La enfermedad estiró una mano y le agarró de una pierna mientras corría. Pronto cojeaba. Javier decía "Juanjo tiene una encima..." cuando los médicos barajaron que si podía ser una "enzima", o si tal dolencia o la otra. Le hacían pruebas y bromeábamos con él quitándole importancia. Todas las enfermedades son malas, todas, pero algunas son especialmente crueles. La ELA, la esclerosis lateral amiotrófica, te agarra de una pierna, luego te abraza las dos y va subiendo para arriba y para arriba hasta que te abraza por entero, sin soltarte, tan fuerte que solo te deja mover los ojos.
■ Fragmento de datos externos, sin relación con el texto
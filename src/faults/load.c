/* SPDX-License-Identifier: GPL-3.0-or-later */
#include "faults/places.h"

static void enumerate(const struct rf_job *job, const struct rf_models *models,
                      fault_callback *callback, void *context)
{
    (void)models;
    for (size_t place = next_front(job, 0); place < job->n_places; place = next_front(job, place)) {
        struct fault fault = {.family = &fault_family_load, .place = place};
        if (!callback(context, &fault))
            return;
    }
}

static void apply(const struct fault *fault, struct wiring *wiring, double median, int parameter)
{
    wiring_add_resistor(wiring, wiring->front[terminal(fault->place, LINE)],
                        wiring->front[terminal(fault->place, NEUTRAL)], median, parameter);
}

static void looks(const struct fault *fault, const struct rf_job *job,
                  const struct rf_models *models, look_callback *callback, void *context)
{
    (void)job;
    look_check(fault->place, place_share(fault, models), callback, context);
}

static void describe_kind(const struct fault *fault, struct text *out)
{
    (void)fault;
    text_add(out, "something left plugged in");
}

static void describe(const struct fault *fault, const struct rf_job *job, struct text *out)
{
    describe_kind(fault, out);
    say_at(job, fault->place, out);
}

const struct fault_family fault_family_load = {
    .name = "load",
    .fields = FIELD_AT,
    .ohms = true,
    .enumerate = enumerate,
    .apply = apply,
    .looks = looks,
    .share_names = place_shares,
    .n_shares = 1,
    .describe = describe,
    .describe_kind = describe_kind,
    .span = span_point,
};
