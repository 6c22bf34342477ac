/* SPDX-License-Identifier: GPL-3.0-or-later */
#include "cli/file.h"

#include "base/error.h"
#include "base/file.h"

#include <errno.h>
#include <stdint.h>
#include <stdio.h>
#include <string.h>
#include <sys/stat.h>

/* An old file stays whole until the new one is. */
static enum rf_status replace(const char *path, const struct text *content, struct rf_error *error)
{
    struct file_hold *hold = NULL;
    struct text old = {0};
    enum rf_status status = file_hold(path, SIZE_MAX, &hold, &old, error);
    if (status == RF_OK)
        status = file_replace(hold, content, error);
    file_release(hold);
    text_finish(&old);
    return status;
}

enum rf_status file_write(const char *path, const struct text *content, struct rf_error *error)
{
    if (content->failed)
        return fail_memory(error);
    struct stat about;
    if (stat(path, &about) == 0 && S_ISREG(about.st_mode))
        return replace(path, content, error);
    FILE *file = fopen(path, "wb");
    if (file == NULL)
        return fail(error, RF_IO, "%s: cannot be opened for writing: %s", path, strerror(errno));
    const char *bytes = content->bytes != NULL ? content->bytes : "";
    bool written = fwrite(bytes, 1, content->length, file) == content->length;
    int reason = errno;
    bool closed = fclose(file) == 0;
    if (!written || !closed)
        return fail(error, RF_IO, "%s: cannot be written: %s", path,
                    strerror(written ? errno : reason));
    return RF_OK;
}
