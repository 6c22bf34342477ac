/* SPDX-License-Identifier: GPL-3.0-or-later */
#include "faults/places.h"

#include <strings.h>

size_t next_point(const struct rf_job *job, size_t place)
{
    do
        place++;
    while (place < job->n_places && place_is_end(job, place));
    return place;
}

size_t next_front(const struct rf_job *job, size_t place)
{
    do
        place++;
    while (place < job->n_places && !place_has_front(job, place));
    return place;
}

bool setup_has_readings(const struct rf_job *job, size_t setup)
{
    for (size_t i = 0; i < job->n_readings; i++)
        if (job->readings[i].setup == setup)
            return true;
    return false;
}

void enumerate_runs(const struct fault_family *family, const struct rf_job *job, int n_conductors,
                    fault_callback *callback, void *context)
{
    for (size_t run = 0; run < n_runs(job); run++)
        for (int conductor = 0; conductor < n_conductors; conductor++) {
            struct fault fault = {.family = family, .run = run, .conductor = conductor};
            if (!callback(context, &fault))
                return;
        }
}

void enumerate_front_pairs(const struct fault_family *family, const struct rf_job *job,
                           fault_callback *callback, void *context)
{
    for (size_t place = next_front(job, 0); place < job->n_places; place = next_front(job, place))
        for (int pair = 0; pair < N_PAIRS; pair++) {
            struct fault fault = {.family = family, .place = place, .pair = (enum pair)pair};
            if (!callback(context, &fault))
                return;
        }
}

/* --- looks --- */

const char *const place_shares[1] = {"place"};

double place_share(const struct fault *fault, const struct rf_models *models)
{
    return family_share(models_family(models, fault->family->name), place_shares[0]);
}

void look_board(double share, look_callback *callback, void *context)
{
    struct look look = {.kind = LOOK_OPEN, .where = LOOK_AT_BOARD, .share = share};
    callback(context, &look);
}

void look_open(const struct rf_job *job, size_t place, double share, look_callback *callback,
               void *context)
{
    if (place_is_end(job, place)) {
        look_board(share, callback, context);
        return;
    }
    struct look look = {.kind = LOOK_OPEN, .where = LOOK_AT_PLACE, .index = place, .share = share};
    callback(context, &look);
}

void look_check(size_t place, double share, look_callback *callback, void *context)
{
    struct look look = {.kind = LOOK_CHECK, .where = LOOK_AT_PLACE, .index = place, .share = share};
    callback(context, &look);
}

void look_along_run(const struct rf_job *job, size_t run, double end, double inside,
                    look_callback *callback, void *context)
{
    look_open(job, run_near_end(job, run), end, callback, context);
    look_open(job, run_far_end(run), end, callback, context);
    if (inside > 0) {
        struct look look = {.kind = LOOK_OPEN, .where = LOOK_IN_RUN, .index = run, .share = inside};
        callback(context, &look);
    }
}

void span_run(const struct fault *fault, const struct rf_job *job, size_t *from, size_t *to)
{
    *from = run_near_end(job, fault->run);
    *to = run_far_end(fault->run);
}

void span_point(const struct fault *fault, const struct rf_job *job, size_t *from, size_t *to)
{
    (void)job;
    *from = *to = fault->place;
}

/* --- words --- */

const char *leg_word(bool leg_in)
{
    return leg_in ? "incoming" : "outgoing";
}

void say_place(const struct rf_job *job, size_t place, struct text *out)
{
    if (place_is_end(job, place)) {
        text_addf(out, "board (%s)", leg_word(place != place_out()));
        return;
    }
    const struct place *at = &job->places[place];
    text_add(out, at->id);
    if (at->label != NULL && at->label[0] != '\0' && strcasecmp(at->label, at->id) != 0)
        text_addf(out, " (%s)", at->label);
}

void say_in_run(const struct rf_job *job, size_t run, struct text *out)
{
    text_add(out, " in the run ");
    say_place(job, run_near_end(job, run), out);
    text_add(out, " to ");
    say_place(job, run_far_end(run), out);
}

void say_at(const struct rf_job *job, size_t place, struct text *out)
{
    text_add(out, " at ");
    say_place(job, place, out);
}

void say_pair(enum pair pair, struct text *out)
{
    text_addf(out, "%s and %s", conductor_words[pair_members[pair].first],
              conductor_words[pair_members[pair].second]);
}

void say_setup(size_t setup, struct text *out)
{
    const char *pair = pair_words[setups[setup].pair];
    if (setups[setup].joining == JOIN_CROSS)
        text_addf(out, "the crossed %s test", pair);
    else
        text_addf(out, "the %s test linked at the %s ends", pair,
                  leg_word(setups[setup].joining == JOIN_LINK_IN));
}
Las reuniones de Madrid y Segovia terminaron por ser alrededor de una cama. Picábamos algo aparentado normalidad, charlando, riendo, acompañando a Julia y Juanjo. Cuántas, cuántas tardes. Al principio Juanjo contestaba por un aparato que tenía, movía los ojos y se formaban palabras que el aparato reproducía. Más adelante ni eso.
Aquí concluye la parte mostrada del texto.